§ EXERCISE INSTRUCTIONS: Below are the records; give again exactly the line with "flw = [np.array([-np.inf", the line with "# tolerance up", and each line that lies between them, and nothing besides.

----

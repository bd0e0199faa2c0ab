#!/usr/bin/python3
"""Many-mode engines against independent references.

Runs build/tests/multimode_dump (VG_BUILD selects the build directory) and
checks
  - the Voigt profile (vg_multimode_ln_voigt) against mpmath at 50 digits:
    Re w(z) / (sigma sqrt(2 pi)), w(z) = exp(-z^2) erfc(-iz), z = (x + i gamma)
    / (sigma sqrt 2) (the Faddeeva function; Abramowitz & Stegun 7.1.3, 7.4.13);
  - the sum engine for two and three modes against a brute-force sum over
    every multi-index (n_1, .., n_M) in mpmath at 30 digits, the thermal
    weights from mpmath.besseli (Jortner 1976, the form in docs/theory.md),
    the frozen ones Poisson, thermal and frozen, gaps from the deep uphill
    tail to the deep inverted region, one case at 77 K where the channels are
    ten widths apart; total, elastic and assisted parts; the engine's own
    error bound must hold and be below the tolerance plus its rounding
    estimate;
  - the error bound at a coarse tolerance: it holds, and it is not loose by
    more than a factor 1e4 somewhere on a gap scan (the lattice part of the
    bound is the exact Poisson-summation amplitude, reached at some phases);
  - damping: the sum engine and the FFT engine against the time integral
    F(eps) = (1/pi) Re int_0^inf exp(i eps s - g(s)) ds with the damped g of
    docs/theory.md, by scipy.integrate.quad (QUADPACK), for a short lifetime.
Prints one "PASS: what" or "FAIL: what: why" line per check.
"""
import math
import os
import warnings
import random
import subprocess
import sys

import mpmath as mp
import numpy as np
from scipy import integrate

mp.mp.dps = 30

# Exact SI (2019): k and e; hbar = h / 2 pi (CODATA 2018).
KB_MEV = mp.mpf("1.380649e-23") / mp.mpf("1.602176634e-19") * 1000
HBAR_MEV_PS = mp.mpf("6.62607015e-34") / (2 * mp.pi * mp.mpf("1.602176634e-19")) * 1e15

BIN = os.path.join(os.environ.get("VG_BUILD", "build"), "tests", "multimode_dump")
outcomes = []  # (passed, what, why) per check, printed as they come


def report(ok, what, why=""):
    outcomes.append((ok, what, why))
    print(("PASS: %s" % what) if ok else ("FAIL: %s: %s" % (what, why)), flush=True)


def run_dump(lines):
    res = subprocess.run([BIN], input="".join(l + "\n" for l in lines),
                         capture_output=True, text=True, check=False)
    if res.returncode != 0:
        print("FAIL: multimode_dump ran: exit %d, %s" % (res.returncode, res.stderr.strip()))
        sys.exit(1)
    return res.stdout.splitlines()


def modes_line(stats, modes):
    return "modes %s %d %s" % (stats, len(modes), " ".join(
        "%.17g %.17g %s" % (w, s, "inf" if t is None else "%.17g" % t) for w, s, t in modes))


def sum_rows(stats, modes, lam, T, tol, gaps, V=1.0):
    out = run_dump([modes_line(stats, modes),
                    "sum %.17g %.17g %.17g %.17g %d %s" % (lam, T, V, tol, len(gaps),
                                                           " ".join("%.17g" % g for g in gaps))])
    if len(out) != len(gaps) or out[0].startswith("error"):
        return None, out[0] if out else "no output"
    return [[float(v) for v in l.split()] for l in out], ""


# ------------------------------------------------------------------ Voigt ---

def check_voigt():
    random.seed(20240611)
    cases = []
    for _ in range(400):
        sig = 10 ** random.uniform(-1, 3)
        x = sig * 10 ** random.uniform(-3, 3.3) * random.choice([-1, 1])
        gam = sig * 10 ** random.uniform(-15, 1.8)
        cases.append((x, sig, gam))
    cases += [(0.0, 38.5, 0.329), (1234.5, 38.5, 0.329), (-2.385, 1.0, 0.0)]
    out = run_dump(["voigt %.17g %.17g %.17g" % c for c in cases])
    mp.mp.dps = 50  # Re w is ~1e-16 of |w| in the Lorentzian tails
    worst, where = 0.0, None
    for (x, sig, gam), o in zip(cases, out):
        z = mp.mpc(x, gam) / (sig * mp.sqrt(2))
        if gam > 0:
            ref = mp.log(mp.re(mp.exp(-z * z) * mp.erfc(-1j * z)) / (sig * mp.sqrt(2 * mp.pi)))
        else:
            ref = -mp.mpf(x) ** 2 / (2 * sig ** 2) - mp.log(sig * mp.sqrt(2 * mp.pi))
        e = abs(float(o) - float(ref))
        if e > worst:
            worst, where = e, (x, sig, gam)
    mp.mp.dps = 30
    # 1e-13: the stated accuracy of the Voigt (vg_multimode.h)
    report(worst <= 1e-13, "Voigt profile, %d cases, against mpmath erfc at 50 digits (worst "
           "|d ln V| %.1e)" % (len(cases), worst), "worst at x, sigma, gamma = %r" % (where,))


# ------------------------------------------------------------ brute force ---

_weights = {}


def ln_weights(stats, w, S, T, nlo, nhi):
    """ln W_n, n in [nlo, nhi], as mpf, None where W_n = 0 (Jortner 1976;
    Poisson when frozen).  Cached per mode."""
    key = (stats, w, S, T, nlo, nhi)
    if key not in _weights:
        S_, beta = mp.mpf(S), mp.mpf(w) / (KB_MEV * T)
        out = []
        for n in range(nlo, nhi + 1):
            if stats == "frozen":
                out.append(-S_ + n * mp.log(S_) - mp.loggamma(n + 1) if n >= 0 else None)
            else:
                x = S_ / mp.sinh(beta / 2)
                out.append(-S_ * mp.coth(beta / 2) + n * beta / 2
                           + mp.log(mp.besseli(abs(n), x)))
        _weights[key] = out
    return _weights[key]


def brute(stats, modes, lam, T, gap, reach=(-40, 90), skip=100.0):
    """ln F_total, ln F_elastic, ln F_assisted by the direct sum over every
    multi-index n_j in [reach] (n_j >= 0 when frozen).  The exponents are
    formed in double precision (numpy) only to leave out terms more than
    `skip` nats below the largest (fewer than 1e7 terms: they change the sum
    by < 1e-36); the rest is summed in mpmath.  None if a window edge term is
    within `skip` of the largest (the window would be too small)."""
    lo = reach[0] if stats == "thermal" else 0
    ns = np.arange(lo, reach[1] + 1)
    lws = [ln_weights(stats, w, S, T, lo, reach[1]) for w, S, _ in modes]
    flw = [np.array([-np.inf if v is None else float(v) for v in l]) for l in lws]
    s2 = 2 * lam * float(KB_MEV) * T
    M = len(modes)
    grids = np.meshgrid(*([ns] * M), indexing="ij")
    e = sum(g * w for g, (w, _, _) in zip(grids, modes))
    expo = sum(np.meshgrid(*flw, indexing="ij")) - (gap - lam - e) ** 2 / (2 * s2)
    top = expo.max()
    edge = np.zeros(expo.shape, dtype=bool)
    for g in grids:
        edge |= (g == ns[0]) & (stats == "thermal")
        edge |= g == ns[-1]
    if expo[edge].max() > top - skip:
        return None
    s2m = 2 * mp.mpf(lam) * KB_MEV * mp.mpf(T)
    norm = -mp.log(2 * mp.pi * s2m) / 2
    el, asd = mp.mpf(0), mp.mpf(0)  # elastic and assisted summed apart: no cancellation
    for idx in zip(*np.nonzero(expo >= top - skip)):
        n = [int(ns[i]) for i in idx]
        x = mp.mpf(gap) - mp.mpf(lam) - sum(k * mp.mpf(w) for k, (w, _, _) in zip(n, modes))
        v = mp.exp(sum(lws[j][idx[j]] for j in range(M)) - x * x / (2 * s2m) + norm)
        if all(k == 0 for k in n):
            el += v
        else:
            asd += v
    return (mp.log(el + asd), mp.log(el) if el > 0 else None,
            mp.log(asd) if asd > 0 else None)


def check_brute(name, stats, modes, lam, T, gaps, tol=1e-11, reach=(-40, 90)):
    rows, why = sum_rows(stats, modes, lam, T, tol, gaps)
    if rows is None:
        report(False, name, why)
        return
    worst, bad = 0.0, []
    for g, r in zip(gaps, rows):
        ref = brute(stats, modes, lam, T, g, reach)
        if ref is None:
            bad.append("gap %g: brute-force window too small" % g)
            continue
        for k, lr in ((1, ref[0]), (2, ref[1]), (3, ref[2])):
            if lr is None:
                continue
            rel = abs(float(mp.expm1(mp.mpf(r[k]) - lr)))
            bound = r[k + 3]
            worst = max(worst, rel)
            # the engine's own bound must hold; and it must meet the
            # tolerance up to its rounding estimate (~1e-12 (1 + |ln F|))
            if rel > bound or bound > tol + 1e-11 * (1 + abs(r[k])):
                bad.append("gap %g part %d: error %.2e, bound %.2e" % (g, k, rel, bound))
    report(not bad, "%s: %d gaps (ln F_total %.4g .. %.4g) against the mpmath multi-index sum, "
           "worst relative error %.1e" % (name, len(gaps), min(r[1] for r in rows),
                                          max(r[1] for r in rows), worst), "; ".join(bad[:4]))


# ------------------------------------------------------------ error bound ---

def check_bound_tightness():
    """At tol 1e-4 the lattice is coarse (exponent A = ln(4/(tol/16)) ~ 13):
    the error must stay within the reported bound everywhere, and reach at
    least 1e-4 of it somewhere (the Poisson amplitude cos(2 pi m c / delta)
    takes every phase as the gap moves)."""
    modes = [(61.7, 0.385, None), (185.5, 0.2385, None)]
    lam, T = 38.5, 298.15
    gaps = [-300.0 + 13.7 * i for i in range(60)]
    rows, why = sum_rows("thermal", modes, lam, T, 1e-4, gaps)
    if rows is None:
        report(False, "error bound at tolerance 1e-4", why)
        return
    ratios, bad = [], []
    for g, r in zip(gaps, rows):
        ref = brute("thermal", modes, lam, T, g)
        rel = abs(float(mp.expm1(mp.mpf(r[1]) - ref[0])))
        ratios.append(rel / r[4])
        if rel > r[4] or r[4] > 1e-4:
            bad.append("gap %g: error %.2e, bound %.2e" % (g, rel, r[4]))
    report(not bad and max(ratios) > 1e-4,
           "error bound at tolerance 1e-4 holds on %d gaps and is reached to within "
           "a factor %.0f" % (len(gaps), 1 / max(ratios)), "; ".join(bad[:4]) or
           "bound loose by more than 1e4 everywhere")


# ---------------------------------------------------------------- damping ---

def f_quad(stats, modes, lam, T, eps):
    """(1/pi) Re int_0^inf exp(i eps s - g(s)) ds, s = t / hbar in meV^-1,
    g(s) = i lam s + lam kT s^2 + sum_j S_j [c_j (1 - D_j cos w_j s) + i D_j sin w_j s],
    D_j = exp(-s / 2 T1_j) (physics reference, "Time domain")."""
    kT = float(KB_MEV) * T
    par = []
    for w, S, t1 in modes:
        c = 1.0 if stats == "frozen" else 1.0 / math.tanh(w / (2 * kT))
        gam = 0.0 if t1 is None else float(HBAR_MEV_PS) / (2 * t1)
        par.append((w, S, c, gam))

    def integrand(s):
        re = lam * kT * s * s
        im = lam * s
        for w, S, c, gam in par:
            D = math.exp(-gam * s)
            re += S * c * (1 - D * math.cos(w * s))
            im += S * D * math.sin(w * s)
        return math.exp(-re) * math.cos(eps * s - im)

    smax = math.sqrt(2 * 50.0 / (2 * lam * kT))  # envelope e^-50 there
    with warnings.catch_warnings():
        # where F is far below int |f| quad cannot reach epsrel and says so;
        # its own error estimate is returned and checked by the caller
        warnings.simplefilter("ignore", integrate.IntegrationWarning)
        v, e = integrate.quad(integrand, 0.0, smax, limit=4000, epsabs=0.0, epsrel=1e-12)
    return v / math.pi, e / math.pi


def check_damped(stats, modes, lam, T, what):
    gaps = [-250.0 + 37.5 * i for i in range(24)]
    rows, why = sum_rows(stats, modes, lam, T, 1e-11, gaps)
    fft = run_dump([modes_line(stats, modes),
                    "fft %.17g %.17g %.17g %.17g %d" % (lam, T, gaps[0], 37.5, len(gaps))])
    if rows is None or fft[0].startswith("error"):
        report(False, "damped mode against scipy quad", why or fft[0])
        return
    ref = [f_quad(stats, modes, lam, T, g) for g in gaps]
    fmax = max(q for q, _ in ref)
    ws, wf, bad = 0.0, 0.0, []
    for g, r, fl, (q, qe) in zip(gaps, rows, fft, ref):
        if q < 1e-6 * fmax:  # quad's absolute error ~1e-16 int |f|: relative 1e-10 here
            continue
        if qe > 1e-10 * q:  # ten times below the tolerance of the check
            bad.append("gap %g: quad's own error estimate %.1e relative" % (g, qe / q))
        es = abs(math.exp(r[1]) / q - 1)
        f = [float(v) for v in fl.split()]
        ef = abs(math.exp(f[1]) / q - 1) if f[3] == 1 else float("inf")
        ws, wf = max(ws, es), max(wf, ef)
        if es > 1e-9 or ef > 1e-9:
            bad.append("gap %g: sum %.2e, fft %.2e" % (g, es, ef))
    report(not bad, "%s: sum engine (worst %.1e) and FFT engine (worst %.1e) against scipy "
           "quad of the damped time integral, to 1e-9" % (what, ws, wf), "; ".join(bad[:4]))


def main():
    check_voigt()
    a = [(61.7, 0.385, None), (185.5, 0.2385, None)]
    gaps_a = [-1200.0, -455.5, -100.0, 0.0, 38.5, 150.3, 420.0, 1100.0, 2385.0]
    check_brute("two modes, thermal, 298 K", "thermal", a, 38.5, 298.15, gaps_a)
    check_brute("two modes, frozen, 298 K", "frozen", a, 38.5, 298.15, gaps_a)
    b = [(23.85, 1.385, None), (148.3, 0.512, None), (371.3, 0.0815, None)]
    check_brute("three modes, thermal, 151 K", "thermal", b, 123.4, 151.3,
                [-800.0, -238.5, 0.0, 123.4, 385.0, 777.7, 1500.0], reach=(-80, 60))
    check_brute("three modes, frozen, 151 K", "frozen", b, 123.4, 151.3,
                [-300.0, 60.0, 123.4, 385.0, 777.7, 1500.0])
    d = [(185.5, 0.155, None), (371.3, 0.0415, None)]
    check_brute("two modes, thermal, 77 K (channels ten widths apart)", "thermal", d,
                23.85, 77.3, [-200.0, 23.85, 116.5, 209.35, 302.2, 580.0, 950.0])
    check_bound_tightness()
    check_damped("thermal", [(61.7, 0.385, 0.55), (185.5, 0.2385, None)], 38.5, 298.15,
                 "thermal, lifetime 0.55 ps")
    check_damped("frozen", [(148.3, 0.512, 0.0385), (371.3, 0.0815, 2.385)], 61.85, 211.7,
                 "frozen, lifetimes 0.0385 and 2.385 ps")
    return 0 if all(o[0] for o in outcomes) else 1


if __name__ == "__main__":
    sys.exit(main())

----

§ OUTPUT FOR THIS TASK:
    flw = [np.array([-np.inf if v is None else float(v) for v in l]) for l in lws]
    s2 = 2 * lam * float(KB_MEV) * T
    M = len(modes)
    grids = np.meshgrid(*([ns] * M), indexing="ij")
    e = sum(g * w for g, (w, _, _) in zip(grids, modes))
    expo = sum(np.meshgrid(*flw, indexing="ij")) - (gap - lam - e) ** 2 / (2 * s2)
    top = expo.max()
    edge = np.zeros(expo.shape, dtype=bool)
    for g in grids:
        edge |= (g == ns[0]) & (stats == "thermal")
        edge |= g == ns[-1]
    if expo[edge].max() > top - skip:
        return None
    s2m = 2 * mp.mpf(lam) * KB_MEV * mp.mpf(T)
    norm = -mp.log(2 * mp.pi * s2m) / 2
    el, asd = mp.mpf(0), mp.mpf(0)  # elastic and assisted summed apart: no cancellation
    for idx in zip(*np.nonzero(expo >= top - skip)):
        n = [int(ns[i]) for i in idx]
        x = mp.mpf(gap) - mp.mpf(lam) - sum(k * mp.mpf(w) for k, (w, _, _) in zip(n, modes))
        v = mp.exp(sum(lws[j][idx[j]] for j in range(M)) - x * x / (2 * s2m) + norm)
        if all(k == 0 for k in n):
            el += v
        else:
            asd += v
    return (mp.log(el + asd), mp.log(el) if el > 0 else None,
            mp.log(asd) if asd > 0 else None)


def check_brute(name, stats, modes, lam, T, gaps, tol=1e-11, reach=(-40, 90)):
    rows, why = sum_rows(stats, modes, lam, T, tol, gaps)
    if rows is None:
        report(False, name, why)
        return
    worst, bad = 0.0, []
    for g, r in zip(gaps, rows):
        ref = brute(stats, modes, lam, T, g, reach)
        if ref is None:
            bad.append("gap %g: brute-force window too small" % g)
            continue
        for k, lr in ((1, ref[0]), (2, ref[1]), (3, ref[2])):
            if lr is None:
                continue
            rel = abs(float(mp.expm1(mp.mpf(r[k]) - lr)))
            bound = r[k + 3]
            worst = max(worst, rel)
            # the engine's own bound must hold; and it must meet the
            # tolerance up to its rounding estimate (~1e-12 (1 + |ln F|))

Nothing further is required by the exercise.